Douglas M E, Downs J B, Dannemiller F J, Hodges M R
Surg Gynecol Obstet. 1976 Oct;143(4):555-60.
The possible association between acute respiratory failure and disseminated intravascular coagulation was examined in eight patients with severe acute respiratory failure--a condition characterized by tachypnea, right to left intrapulmonary shunting of blood greater than 30 per cent of cardiac output, increased pulmonary artery pressure with low or normal pulmonary artery wedge pressure and roentgenologic interstitial pulmonary edema. Treatment consisted of mechanical ventilation with positive end expiratory pressure sufficient to minimize intrapulmonary shunting. There was no abnormality in platelet concentration fibrin split product concentration, fibrinogen concentration, prothrombin time or activated partial thromboplastin time during the period of most severe respiratory failure in any patient. However, mean platelet concentration fell to 90,000+/-9,000 per cubic millimeter, less than 0.001, and mean fibrin split product levels rose to 60+/-10 micrograms per milliliter, p less than 0.05, the fourth day after the onset of acute respiratory failure. No significant change occurred in other coagulation parameters. Disseminated intravascular coagulation developed in none of the patients nor was there any correlation between coagulation abnormalities and severity of acute respiratory failure that would suggest a cause and effect relationship.

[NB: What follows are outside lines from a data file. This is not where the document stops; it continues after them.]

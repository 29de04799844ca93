/**
 * Driven-wheel slip, percent. The product's convention on screen and in files is against GROUND speed: 115 over 100 is 15 %; against wheel
 * speed the same run is 13.04 %. Definition: SAE J670 (2008), longitudinal slip. All give null where the convention is undefined.
 */
import { given, type Maybe } from '../given';

/** Shown next to a slip number. */
export const SLIP_CONVENTION = 'against ground speed';

/** (wheel - ground) / ground, percent. Null at a standstill. */
export function slipGroundRefPct(wheelMps: Maybe, groundMps: Maybe): number | null {
  return given([wheelMps, groundMps], (wheel, ground) => (ground > 0 ? ((wheel - ground) / ground) * 100 : null));
}

/** (wheel - ground) / wheel, percent. Null with the wheel at rest. */
export function slipWheelRefPct(wheelMps: Maybe, groundMps: Maybe): number | null {
  return given([wheelMps, groundMps], (wheel, ground) => (wheel > 0 ? ((wheel - ground) / wheel) * 100 : null));
}

/** Slip against ground speed to slip against wheel speed, both percent. Null at -100 % (locked wheel) and below. */
export function groundToWheelRefPct(groundRefPct: Maybe): number | null {
  return given([groundRefPct], (slip) => (slip > -100 ? slip / (1 + slip / 100) : null));
}

/** Slip against wheel speed to slip against ground speed, both percent. Null at 100 % (car standing) and above. */
export function wheelToGroundRefPct(wheelRefPct: Maybe): number | null {
  return given([wheelRefPct], (slip) => (slip < 100 ? slip / (1 - slip / 100) : null));
}
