/** From shaft pulses to wheel surface speed: plain kinematics, no source needed beyond the definitions. */
import { given, type Maybe } from '../given';
import { M_PER_IN } from '../units';

const SECONDS_PER_MIN = 60;

/** How a car turns shaft turns into road. */
export interface DriveGeometry {
  /** Driveshaft turns per wheel turn. */
  finalDriveRatio: number | null;
  /** Driven-tire circumference at rest, m. */
  rolloutM: number | null;
  /** Relative growth of the rollout per m/s of wheel speed; null or 0 for none. */
  rolloutGrowthPerMps: number | null;
}

/** Wheel turns per minute. */
export function wheelRpm(shaftRpm: Maybe, finalDriveRatio: Maybe): number | null {
  return given([shaftRpm, finalDriveRatio], (rpm, ratio) => (ratio > 0 ? rpm / ratio : null));
}

/** Rollout, m, at a wheel speed: rest rollout x (1 + growth x speed). */
export function rolloutAtSpeedM(rolloutM: Maybe, growthPerMps: Maybe, wheelMps: Maybe): number | null {
  return given([rolloutM, growthPerMps ?? 0, wheelMps], (rest, growth, speed) => {
    const rollout = rest * (1 + growth * speed);
    return rest > 0 && rollout > 0 ? rollout : null;
  });
}

/**
 * Surface speed of the driven wheel, m/s. Growth depends on the speed it raises, so speed = base / (1 - growth x base), where base is the
 * speed on the rollout at rest. Null when the growth has no finite answer at that shaft speed.
 */
export function wheelSpeedMps(shaftRpm: Maybe, drive: DriveGeometry): number | null {
  const turns = wheelRpm(shaftRpm, drive.finalDriveRatio);
  return given([turns, drive.rolloutM, drive.rolloutGrowthPerMps ?? 0], (rpm, rollout, growth) => {
    const base = (rpm / SECONDS_PER_MIN) * rollout;
    const shrink = 1 - growth * base;
    return rollout > 0 && shrink > 0 ? base / shrink : null;
  });
}

/** Shaft turns per minute from the time between two pulses, s. */
export function shaftRpmFromPulse(intervalS: Maybe, pulsesPerTurn: Maybe): number | null {
  return given([intervalS, pulsesPerTurn], (interval, pulses) =>
    interval > 0 && pulses > 0 ? SECONDS_PER_MIN / (interval * pulses) : null,
  );
}

/** Circumference, m, of a tire of this diameter, m. */
export function rolloutFromDiameterM(diameterM: Maybe): number | null {
  return given([diameterM], (diameter) => (diameter > 0 ? Math.PI * diameter : null));
}

/** Common practice, no published source: back a shaft sensor off three turns of its 24-per-inch thread. A maker's gap comes first. */
export const SENSOR_GAP_PRACTICE = { turns: 3, threadsPerInch: 24 } as const;

/** Gap, m, left by backing a threaded sensor off a number of turns. */
export function threadGapM(
  turns: Maybe = SENSOR_GAP_PRACTICE.turns,
  threadsPerInch: Maybe = SENSOR_GAP_PRACTICE.threadsPerInch,
): number | null {
  return given([turns, threadsPerInch], (count, pitch) =>
    count >= 0 && pitch > 0 ? (count / pitch) * M_PER_IN : null,
  );
}
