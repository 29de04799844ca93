import { beforeEach, describe, expect, it } from 'vitest';
import { auditEvent, decision, launchSheet, ownEstimate } from '@/db/schema';
import { decideSuggestion } from '@/lib/server/decisions';
import { createSuggestion, getSuggestion, listOwnEstimates, recordOwnEstimate } from '@/lib/server/suggestions';
import { POST as ESTIMATE } from '@/pages/api/own-estimates';
import { POST as DECIDE } from '@/pages/api/suggestions/[id]/decision';
import { callRoute, contextFor, makeTestDb, otherRoles, type World } from '../helpers';
import { CURRENT, readyToAsk } from '../suggestions/season';

let world: World;
let ready: Awaited<ReturnType<typeof readyToAsk>>;
let made: Awaited<ReturnType<typeof createSuggestion>>;
beforeEach(async () => {
  world = await makeTestDb();
  ready = await readyToAsk(world);
  made = await createSuggestion(contextFor(world, 'tuner'), ready.ask);
});

const chief = () => contextFor(world, 'crew_chief');
const decide = (body: unknown, as = chief()) => callRoute(DECIDE, { as, params: { id: made.id }, body });

async function counts() {
  const { db } = world.handle;
  const [decisions, sheets] = [await db.select().from(decision), await db.select().from(launchSheet)];
  return { decisions: decisions.length, sheets: sheets.length };
}

describe('accept', () => {
  it('takes the settings of the offer and publishes them with the changes in work order', async () => {
    const { status, body } = await decide({ choice: 'accept', offerIndex: 0, notes: 'Watch the right lane' });
    const offer = made.result.offers[0];
    expect(status).toBe(201);
    expect(body.decision).toMatchObject({
      choice: 'accept',
      offerIndex: 0,
      finalSettings: offer?.settings,
      decidedByName: 'crew_chief of Team A',
    });
    expect(body.sheet).toMatchObject({
      version: 1,
      settings: offer?.settings,
      notes: 'Watch the right lane',
      current: true,
    });
    const changed = body.sheet.changes.map(({ key, from, to }: { key: string; from: number; to: number }) => ({
      key,
      from,
      to,
    }));
    const expected = offer?.changes.map(({ key, from, to }) => ({ key, from, to })) ?? [];
    expect(changed).toHaveLength(expected.length);
    expect(changed).toEqual(expect.arrayContaining(expected));
    expect(await getSuggestion(chief(), made.id)).toMatchObject({
      decision: { id: body.decision.id, choice: 'accept' },
    });
  });

  it.each([
    [{ choice: 'accept' }, 'offerIndex'],
    [{ choice: 'accept', offerIndex: 7 }, 'offerIndex'],
    [{ choice: 'accept', offerIndex: -1 }, 'offerIndex'],
    [{ choice: 'accept', offerIndex: 0, finalSettings: { ...CURRENT, launch_rpm: 6000 } }, 'finalSettings'],
    [{ choice: 'maybe' }, 'choice'],
    [{}, 'choice'],
  ])('refuses %j naming %s', async (body, field) => {
    const answer = await decide(body);
    expect(answer.status).toBe(400);
    expect(Object.keys(answer.body.error.fields)).toEqual([field]);
    expect(await counts()).toEqual({ decisions: 0, sheets: 0 });
  });
});

describe('adjust', () => {
  const final = { ...CURRENT, launch_rpm: 7400, tire_pressure_psi: 5.8, counterweight_g: 11.5 };

  it('lists what to change on the car, clutch first, with steps and minutes', async () => {
    const { body } = await decide({ choice: 'adjust', offerIndex: 0, finalSettings: final, reason: 'Cloud coming' });
    expect(body.sheet.changes).toMatchObject([
      {
        key: 'counterweight_g',
        from: 11,
        to: 11.5,
        steps: 1,
        minutes: 12,
        label: 'Counterweight',
        unit: 'g',
        group: 'clutch',
      },
      {
        key: 'launch_rpm',
        from: 7200,
        to: 7400,
        steps: 4,
        minutes: 1,
        label: 'Launch rpm',
        unit: 'rpm',
        group: 'launch',
      },
      {
        key: 'tire_pressure_psi',
        from: 6,
        to: 5.8,
        steps: -1,
        minutes: 3,
        label: 'Tire pressure',
        unit: 'psi',
        group: 'launch',
      },
    ]);
    expect(body.sheet.minutes).toBe(16);
    expect(body.sheet.items).toContainEqual(
      expect.objectContaining({
        key: 'launch_rpm',
        label: 'Launch rpm',
        unit: 'rpm',
        group: 'launch',
        value: 7400,
        from: 7200,
      }),
    );
    expect(body.sheet.items).toContainEqual(
      expect.objectContaining({
        key: 'base_pressure_lb',
        label: 'Base pressure',
        unit: 'lb',
        group: 'clutch',
        value: 200,
        from: null,
      }),
    );
    expect(body.warnings).toEqual([]);
  });

  it('lets the chief leave the limits and the steps with a reason, and says so', async () => {
    const wild = { ...CURRENT, launch_rpm: 9400, release_delay_s: 0.413 };
    const { status, body } = await decide({ choice: 'adjust', finalSettings: wild, reason: 'Test' });
    expect(status).toBe(201);
    expect(body.warnings).toEqual([
      expect.stringContaining('Launch rpm 9400 is outside the limits'),
      expect.stringContaining('Release delay 0.413 is not a whole number of steps'),
    ]);
    const rows = await world.handle.db.select().from(auditEvent);
    expect(rows.find(({ action }) => action === 'suggestion.decide')?.detail).toMatchObject({
      warnings: body.warnings,
    });
  });

  it.each([
    [{ choice: 'adjust', finalSettings: final }, ['reason']],
    [{ choice: 'adjust', finalSettings: final, reason: '  ' }, ['reason']],
    [{ choice: 'adjust', reason: 'x' }, Object.keys(CURRENT).map((key) => `finalSettings.${key}`)],
    [{ choice: 'adjust', reason: 'x', finalSettings: { ...CURRENT, turbo: 1 } }, ['finalSettings.turbo']],
    [
      { choice: 'adjust', reason: 'x', finalSettings: { ...CURRENT, launch_rpm: 'fast' } },
      ['finalSettings.launch_rpm'],
    ],
  ])('refuses %j naming %j', async (body, fields) => {
    const answer = await decide(body);
    expect(answer.status).toBe(400);
    expect(Object.keys(answer.body.error.fields).sort()).toEqual([...fields].sort());
    expect(await counts()).toEqual({ decisions: 0, sheets: 0 });
  });
});

describe('decline', () => {
  it('leaves the settings as they stand and publishes them', async () => {
    const { body } = await decide({ choice: 'decline', reason: 'Not for this lane' });
    expect(body.decision).toMatchObject({
      choice: 'decline',
      offerIndex: null,
      finalSettings: CURRENT,
      reason: 'Not for this lane',
    });
    expect(body.sheet).toMatchObject({ settings: CURRENT, changes: [], minutes: 0 });
  });

  it('needs a reason', async () => {
    expect((await decide({ choice: 'decline' })).body.error.fields).toHaveProperty('reason');
  });
});

describe('a decision', () => {
  it('is made once: of two at once one wins and the other is told by whom', async () => {
    const owner = contextFor(world, 'owner');
    const both = await Promise.allSettled([
      decideSuggestion(chief(), made.id, { choice: 'accept', offerIndex: 0 }),
      decideSuggestion(owner, made.id, { choice: 'decline', reason: 'no' }),
    ]);
    expect(both.map(({ status }) => status)).toEqual(['fulfilled', 'rejected']);
    expect(both[1]).toMatchObject({
      reason: { code: 'CONFLICT', message: expect.stringContaining('crew_chief of Team A') },
    });
    expect(await counts()).toEqual({ decisions: 1, sheets: 1 });
  });

  it('can be kept back from publishing', async () => {
    const { body } = await decide({ choice: 'accept', offerIndex: 0, publish: false });
    expect(body.sheet).toBeNull();
    expect(await counts()).toEqual({ decisions: 1, sheets: 0 });
  });

  it('is stored with its sheet or not at all', async () => {
    await world.handle.client.execute(
      "CREATE TRIGGER t BEFORE INSERT ON launch_sheet BEGIN SELECT RAISE(ABORT, 'no'); END",
    );
    await expect(decideSuggestion(chief(), made.id, { choice: 'accept', offerIndex: 0 })).rejects.toThrow();
    expect(await counts()).toEqual({ decisions: 0, sheets: 0 });
  });

  it('raises the version for each sheet of the car', async () => {
    await decide({ choice: 'accept', offerIndex: 0 });
    const second = await createSuggestion(contextFor(world, 'tuner'), ready.ask);
    const { sheet } = await decideSuggestion(chief(), second.id, { choice: 'decline', reason: 'rain' });
    expect(sheet?.version).toBe(2);
  });

  it.each(otherRoles('owner', 'crew_chief'))('is not for a %s', async (role) => {
    const answer = await decide({ choice: 'accept', offerIndex: 0 }, contextFor(world, role));
    expect(answer.status).toBe(403);
    expect(await counts()).toEqual({ decisions: 0, sheets: 0 });
  });

  it('is not for another team', async () => {
    const answer = await decide({ choice: 'accept', offerIndex: 0 }, contextFor(world, 'owner', 'b'));
    expect(answer.status).toBe(404);
    expect(await counts()).toEqual({ decisions: 0, sheets: 0 });
  });

  it('leaves an audit row for itself and one for the sheet', async () => {
    await decide({ choice: 'accept', offerIndex: 0 });
    const actions = (await world.handle.db.select().from(auditEvent)).map(({ action }) => action);
    expect(actions.slice(-2)).toEqual(['suggestion.decide', 'launch_sheet.publish']);
  });
});

describe('the own estimate', () => {
  const estimate = (body: Record<string, unknown>, as = chief()) =>
    callRoute(ESTIMATE, { as, body: { carId: ready.car.id, roundId: ready.round.id, ...body } });

  it('is stored and goes with the decision of its round', async () => {
    const { status, body } = await estimate({ slipPct: '15,5', lowPct: 14, highPct: 17 });
    expect(status).toBe(201);
    expect(body).toMatchObject({
      slipPct: 15.5,
      lowPct: 14,
      highPct: 17,
      skipped: false,
      madeByName: 'crew_chief of Team A',
    });
    expect(await getSuggestion(chief(), made.id)).toMatchObject({ ownEstimate: { id: body.id } });
    const decided = await decide({ choice: 'accept', offerIndex: 0 });
    expect(decided.body.decision.ownEstimateId).toBe(body.id);
    expect(await listOwnEstimates(chief(), { carId: ready.car.id, roundId: ready.round.id })).toHaveLength(1);
    await expect(world.handle.client.execute('UPDATE own_estimate SET slip_pct = 1')).rejects.toThrow(/never edited/);
  });

  it('can be skipped, and that is kept', async () => {
    expect((await estimate({ skipped: true })).body).toMatchObject({ skipped: true, slipPct: null });
  });

  it.each([
    [{}, 'slipPct'],
    [{ slipPct: 'much' }, 'slipPct'],
    [{ slipPct: -3 }, 'slipPct'],
    [{ slipPct: 15, lowPct: 16 }, 'lowPct'],
    [{ slipPct: 15, highPct: 14 }, 'highPct'],
    [{ slipPct: 15, skipped: true }, 'skipped'],
  ])('refuses %j naming %s', async (body, field) => {
    const answer = await estimate(body);
    expect(answer.status).toBe(400);
    expect(Object.keys(answer.body.error.fields)).toEqual([field]);
    expect(await world.handle.db.select().from(ownEstimate)).toEqual([]);
  });

  it('is for those who decide, in their own team', async () => {
    for (const role of otherRoles('owner', 'crew_chief')) {
      const refused = recordOwnEstimate(contextFor(world, role), { ...ready.ask, slipPct: 15 });
      await expect(refused).rejects.toMatchObject({ code: 'FORBIDDEN' });
    }
    expect((await estimate({ slipPct: 15 }, contextFor(world, 'owner', 'b'))).status).toBe(404);
    expect(await world.handle.db.select().from(ownEstimate)).toEqual([]);
  });
});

对8例严重急性呼吸衰竭患者进行了急性呼吸衰竭与弥散性血管内凝血之间可能存在的关联研究。严重急性呼吸衰竭的特征为呼吸急促、肺内右向左分流的血液量超过心输出量的30%、肺动脉压升高且肺动脉楔压降低或正常以及X线显示间质性肺水肿。治疗包括采用呼气末正压机械通气,以尽量减少肺内分流。在任何患者最严重的呼吸衰竭期间,血小板浓度、纤维蛋白降解产物浓度、纤维蛋白原浓度、凝血酶原时间或活化部分凝血活酶时间均无异常。然而,急性呼吸衰竭发作后的第四天,平均血小板浓度降至每立方毫米90,000±9,000,p<0.001,平均纤维蛋白降解产物水平升至每毫升60±10微克,p<0.05。其他凝血参数无显著变化。患者均未发生弥散性血管内凝血,凝血异常与急性呼吸衰竭的严重程度之间也无任何相关性,这表明不存在因果关系。